This is in line with the City of Johannesburg’s goal to change human behaviour and get people to understand how they affect the environment in the way they handle plastic.
This was the message of the City of Johannesburg MMC for environment and infrastructure services Nico de Jager.
On World Environment Day on June 5, De Jager rolled up his sleeves, donned a pair of gloves, put on his overalls and started removing mounds of refuse around the Glenville Primary School in Lenasia.
The MMC said Pikitup introduced the Separation-at-Source Programme in 2009, and although the participation rate is low, Pikitup continues to roll out more recycling programmes.
“Through education and awareness programmes, we have seen an increase in participating residents. From 1 July, a phased approach to make separation at source mandatory will be introduced,” he said.

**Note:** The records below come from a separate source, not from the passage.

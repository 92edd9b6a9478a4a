"""Files a user's own sampler can read: advice.json and the proposal covariance.

Output folder of a tuning run:

* ``advice.json``: everything, schema ``walktune.advice/1`` (docs/advice-schema.md);
* ``proposal_covariance.npy`` and ``proposal_covariance.csv`` (header row of names);
* ``step_sizes.csv``: one row of per-parameter proposal sds, header of names;
* ``draws.npz``: the proof runs' draws, one array per proposal shaped (chains, steps, d),
  the pilot's stages one after another (``pilot``), plus ``parameter_names``.
"""

from __future__ import annotations

import json
from pathlib import Path

import numpy as np

from .constants import ADVICE_SCHEMA
from .errors import WalktuneError
from .io import csv_bytes, json_bytes, npy_bytes, npz_bytes, write_folder

SUPPORTED_SCHEMAS = (ADVICE_SCHEMA,)


def with_provenance(payload: dict, produced_by: dict | None) -> dict:
    """advice.json's payload with ``produced_by``: what wrote it (docs/advice-schema.md)."""
    from . import __version__

    record = {"command": "Python API", "model_file": None, "model_sha256": None, "options": None}
    record.update(produced_by or {})
    record["walktune_version"] = __version__
    return {**payload, "produced_by": record}


def result_files(result, produced_by: dict | None = None) -> dict:
    """name -> bytes of a tuning run's output folder; ``produced_by`` describes the command that ran it."""
    names = result.parameter_names
    arrays = {name.replace("-", "_"): run.draws for name, run in result.runs.items()}
    if result.pilot.all_draws:
        # Every pilot stage in order (stages differ in proposal; see advice.json for the stages).
        arrays["pilot"] = np.concatenate(result.pilot.all_draws, axis=1)
    arrays["parameter_names"] = np.array(names)
    files = {
        "advice.json": json_bytes(with_provenance(result.to_dict(), produced_by)),
        "proposal_covariance.npy": npy_bytes(result.proposal_covariance),
        "proposal_covariance.csv": csv_bytes(result.proposal_covariance, names),
        "step_sizes.csv": csv_bytes(result.step_sizes[None, :], names),
        "draws.npz": npz_bytes(arrays),
    }
    if result.reparam is not None:
        files["reparam.json"] = json_bytes(result.reparam.to_dict())
    return files


def load_advice(path) -> dict:
    """Read an advice.json (or the folder holding one) and check its schema."""
    path = Path(path)
    if path.is_dir():
        path = path / "advice.json"
    if not path.exists():
        raise WalktuneError(f"no advice file at {path}; point at a walktune output folder or its advice.json.")
    try:
        payload = json.loads(path.read_text())
    except (json.JSONDecodeError, UnicodeDecodeError) as error:
        raise WalktuneError(f"{path} is not valid JSON ({error.msg if hasattr(error, 'msg') else error}).") from None
    schema = payload.get("schema") if isinstance(payload, dict) else None
    if schema not in SUPPORTED_SCHEMAS:
        raise WalktuneError(
            f"{path} has schema {schema!r}; this walktune reads {', '.join(SUPPORTED_SCHEMAS)}. "
            "Re-run `walktune tune` with this version."
        )
    _check_payload(payload, path)
    return payload


#: Keys every advice.json of a finished run has, whatever its source (docs/advice-schema.md).
REQUIRED_KEYS = ("source", "parameter_names", "posterior_mean", "posterior_covariance", "proposal_covariance",
                 "step_sizes", "expected_acceptance", "effective_dimension", "spectrum_decades",
                 "correlation_eigenvalues", "predicted_slowdown", "target_ess", "evaluations_needed", "comparison",
                 "findings")


def _check_payload(payload: dict, path: Path) -> None:
    """The keys and shapes that readers rely on; a one-line error names what is missing or wrong."""
    missing = [key for key in REQUIRED_KEYS if key not in payload]
    if missing:
        raise WalktuneError(
            f"{path} lacks {', '.join(missing[:4])}{', ...' if len(missing) > 4 else ''}: it is not a whole advice.json "
            "of a finished run; write it again with `walktune tune` or `walktune inspect --out`."
        )
    names = payload["parameter_names"]
    d = len(names) if isinstance(names, list) else -1
    try:
        shapes_ok = (
            d > 0 and all(isinstance(n, str) for n in names)
            and np.asarray(payload["proposal_covariance"], dtype=float).shape == (d, d)
            and np.asarray(payload["posterior_covariance"], dtype=float).shape == (d, d)
            and np.asarray(payload["step_sizes"], dtype=float).shape == (d,)
        )
    except (TypeError, ValueError):
        shapes_ok = False
    if not shapes_ok:
        raise WalktuneError(
            f"{path} is damaged: parameter_names must be a list of names, proposal_covariance and "
            "posterior_covariance d x d numbers and step_sizes d numbers; write it again with walktune."
        )


EXPORT_FORMATS = ("npy", "csv", "json", "python")


def export_advice(source, destination, fmt: str) -> Path:
    """Convert the proposal covariance in an advice.json to another format.

    Parameters
    ----------
    source : path
        advice.json or its folder.
    destination : path
        The file to write (atomically).
    fmt : {"npy", "csv", "json", "python"}
        ``json`` writes a small file with names, step sizes and covariance only;
        ``python`` writes a module defining ``PARAMETER_NAMES``, ``PROPOSAL_COVARIANCE``
        and ``STEP_SIZES`` as plain lists.
    """
    if fmt not in EXPORT_FORMATS:
        raise WalktuneError(f"unknown export format {fmt!r}; choose one of {', '.join(EXPORT_FORMATS)}.")
    payload = load_advice(source)
    names = payload["parameter_names"]
    cov = np.asarray(payload["proposal_covariance"], dtype=float)
    steps = payload.get("step_sizes")
    if fmt == "npy":
        data = npy_bytes(cov)
    elif fmt == "csv":
        data = csv_bytes(cov, names)
    elif fmt == "json":
        data = json_bytes({"parameter_names": names, "proposal_covariance": cov.tolist(), "step_sizes": steps})
    else:
        data = (
            '"""Proposal tuned by walktune: propose theta + N(0, PROPOSAL_COVARIANCE)."""\n\n'
            f"PARAMETER_NAMES = {names!r}\n"
            f"PROPOSAL_COVARIANCE = {cov.tolist()!r}\n"
            f"STEP_SIZES = {steps!r}\n"
        ).encode()
    destination = Path(destination)
    write_folder(destination.parent, {destination.name: data})
    return destination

Between bouts of back-breaking work, De Jager paused and told learners and residents that Joburg was mindful that a sustainable city requires partnerships with all communities to protect the environment and ultimately humanity. “With the community’s involvement, I’m positive this challenge will be effectively dealt with,” he said.
Lungile Dhlamini, the managing director of Pikitup, said illegal dumping and littering cost the City about R60 million a year. He said Pikitup was trying to eradicate illegal dumping spots around Joburg.
“We have around 2 000 known illegal dumping spots within the City. Between July 2017 and now, we have eradicated 110 illegal spots.”